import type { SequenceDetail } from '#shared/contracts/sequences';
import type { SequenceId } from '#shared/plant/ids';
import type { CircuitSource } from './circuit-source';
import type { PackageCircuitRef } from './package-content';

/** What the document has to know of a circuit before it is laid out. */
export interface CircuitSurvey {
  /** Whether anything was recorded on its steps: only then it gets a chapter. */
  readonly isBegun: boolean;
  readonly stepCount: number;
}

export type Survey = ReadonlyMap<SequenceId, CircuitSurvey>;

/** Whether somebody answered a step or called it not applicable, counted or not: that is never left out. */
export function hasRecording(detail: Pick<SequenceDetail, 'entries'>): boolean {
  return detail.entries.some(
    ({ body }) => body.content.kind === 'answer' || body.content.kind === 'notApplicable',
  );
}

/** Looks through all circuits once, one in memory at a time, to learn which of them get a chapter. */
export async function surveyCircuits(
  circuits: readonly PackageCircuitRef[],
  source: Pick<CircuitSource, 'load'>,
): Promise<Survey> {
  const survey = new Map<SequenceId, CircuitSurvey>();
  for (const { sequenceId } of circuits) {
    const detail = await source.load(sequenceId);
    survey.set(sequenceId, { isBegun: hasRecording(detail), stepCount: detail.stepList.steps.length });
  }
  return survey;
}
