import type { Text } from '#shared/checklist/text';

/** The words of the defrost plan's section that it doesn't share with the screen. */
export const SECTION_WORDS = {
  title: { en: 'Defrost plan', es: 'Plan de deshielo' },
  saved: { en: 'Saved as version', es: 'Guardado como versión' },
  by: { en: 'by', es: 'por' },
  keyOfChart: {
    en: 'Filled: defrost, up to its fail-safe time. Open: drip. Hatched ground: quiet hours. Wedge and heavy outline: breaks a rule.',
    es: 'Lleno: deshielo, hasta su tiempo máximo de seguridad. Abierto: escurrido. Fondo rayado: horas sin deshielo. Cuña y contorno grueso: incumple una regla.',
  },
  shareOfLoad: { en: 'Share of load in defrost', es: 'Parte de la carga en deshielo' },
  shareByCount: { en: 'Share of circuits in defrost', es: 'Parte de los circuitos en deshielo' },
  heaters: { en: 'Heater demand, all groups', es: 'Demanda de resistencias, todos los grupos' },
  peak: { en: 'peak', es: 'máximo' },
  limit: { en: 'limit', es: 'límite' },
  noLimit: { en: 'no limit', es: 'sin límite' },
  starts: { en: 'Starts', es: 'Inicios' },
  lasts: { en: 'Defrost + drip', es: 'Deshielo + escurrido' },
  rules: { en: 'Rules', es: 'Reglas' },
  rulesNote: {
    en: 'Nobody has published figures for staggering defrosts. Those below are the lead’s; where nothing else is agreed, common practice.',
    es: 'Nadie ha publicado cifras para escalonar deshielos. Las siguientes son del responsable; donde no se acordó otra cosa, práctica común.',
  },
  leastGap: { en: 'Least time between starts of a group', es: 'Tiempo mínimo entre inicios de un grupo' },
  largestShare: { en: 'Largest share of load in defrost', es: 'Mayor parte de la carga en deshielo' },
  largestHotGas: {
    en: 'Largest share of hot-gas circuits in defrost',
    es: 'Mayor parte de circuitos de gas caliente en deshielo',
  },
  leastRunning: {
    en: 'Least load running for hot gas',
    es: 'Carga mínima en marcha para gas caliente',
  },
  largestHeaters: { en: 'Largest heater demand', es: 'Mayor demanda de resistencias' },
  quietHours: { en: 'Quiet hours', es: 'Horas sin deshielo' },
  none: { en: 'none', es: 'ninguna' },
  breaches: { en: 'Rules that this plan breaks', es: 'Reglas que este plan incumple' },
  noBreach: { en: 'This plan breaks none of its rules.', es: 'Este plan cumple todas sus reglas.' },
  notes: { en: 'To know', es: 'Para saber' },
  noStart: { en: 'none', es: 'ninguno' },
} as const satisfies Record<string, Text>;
========================
◆ **WORK TASK**:
Give back the whole listing. Match it exactly.

◆ **YOUR RESPONSE**:
import type { SequenceDetail } from '#shared/contracts/sequences';
import type { SequenceId } from '#shared/plant/ids';
import type { CircuitSource } from './circuit-source';
import type { PackageCircuitRef } from './package-content';

/** What the document has to know of a circuit before it is laid out. */
export interface CircuitSurvey {
  /** Whether anything was recorded on its steps: only then it gets a chapter. */
  readonly isBegun: boolean;
  readonly stepCount: number;
}

export type Survey = ReadonlyMap<SequenceId, CircuitSurvey>;

/** Whether somebody answered a step or called it not applicable, counted or not: that is never left out. */
export function hasRecording(detail: Pick<SequenceDetail, 'entries'>): boolean {
  return detail.entries.some(
    ({ body }) => body.content.kind === 'answer' || body.content.kind === 'notApplicable',
  );
}

/** Looks through all circuits once, one in memory at a time, to learn which of them get a chapter. */
export async function surveyCircuits(
  circuits: readonly PackageCircuitRef[],
  source: Pick<CircuitSource, 'load'>,
): Promise<Survey> {
  const survey = new Map<SequenceId, CircuitSurvey>();
  for (const { sequenceId } of circuits) {
    const detail = await source.load(sequenceId);
    survey.set(sequenceId, { isBegun: hasRecording(detail), stepCount: detail.stepList.steps.length });
  }
  return survey;
}
import type { Text } from '#shared/checklist/text';

/** The words of the defrost plan's section that it doesn't share with the screen. */
export const SECTION_WORDS = {
  title: { en: 'Defrost plan', es: 'Plan de deshielo' },
  saved: { en: 'Saved as version', es: 'Guardado como versión' },
  by: { en: 'by', es: 'por' },
  keyOfChart: {
    en: 'Filled: defrost, up to its fail-safe time. Open: drip. Hatched ground: quiet hours. Wedge and heavy outline: breaks a rule.',
    es: 'Lleno: deshielo, hasta su tiempo máximo de seguridad. Abierto: escurrido. Fondo rayado: horas sin deshielo. Cuña y contorno grueso: incumple una regla.',
  },
  shareOfLoad: { en: 'Share of load in defrost', es: 'Parte de la carga en deshielo' },
  shareByCount: { en: 'Share of circuits in defrost', es: 'Parte de los circuitos en deshielo' },
  heaters: { en: 'Heater demand, all groups', es: 'Demanda de resistencias, todos los grupos' },
  peak: { en: 'peak', es: 'máximo' },
  limit: { en: 'limit', es: 'límite' },
  noLimit: { en: 'no limit', es: 'sin límite' },
  starts: { en: 'Starts', es: 'Inicios' },
  lasts: { en: 'Defrost + drip', es: 'Deshielo + escurrido' },
  rules: { en: 'Rules', es: 'Reglas' },
  rulesNote: {
    en: 'Nobody has published figures for staggering defrosts. Those below are the lead’s; where nothing else is agreed, common practice.',
    es: 'Nadie ha publicado cifras para escalonar deshielos. Las siguientes son del responsable; donde no se acordó otra cosa, práctica común.',
  },
  leastGap: { en: 'Least time between starts of a group', es: 'Tiempo mínimo entre inicios de un grupo' },
  largestShare: { en: 'Largest share of load in defrost', es: 'Mayor parte de la carga en deshielo' },
  largestHotGas: {
    en: 'Largest share of hot-gas circuits in defrost',
    es: 'Mayor parte de circuitos de gas caliente en deshielo',
  },
  leastRunning: {
    en: 'Least load running for hot gas',
    es: 'Carga mínima en marcha para gas caliente',
  },
  largestHeaters: { en: 'Largest heater demand', es: 'Mayor demanda de resistencias' },
  quietHours: { en: 'Quiet hours', es: 'Horas sin deshielo' },
  none: { en: 'none', es: 'ninguna' },
  breaches: { en: 'Rules that this plan breaks', es: 'Reglas que este plan incumple' },
  noBreach: { en: 'This plan breaks none of its rules.', es: 'Este plan cumple todas sus reglas.' },
  notes: { en: 'To know', es: 'Para saber' },
  noStart: { en: 'none', es: 'ninguno' },
} as const satisfies Record<string, Text>;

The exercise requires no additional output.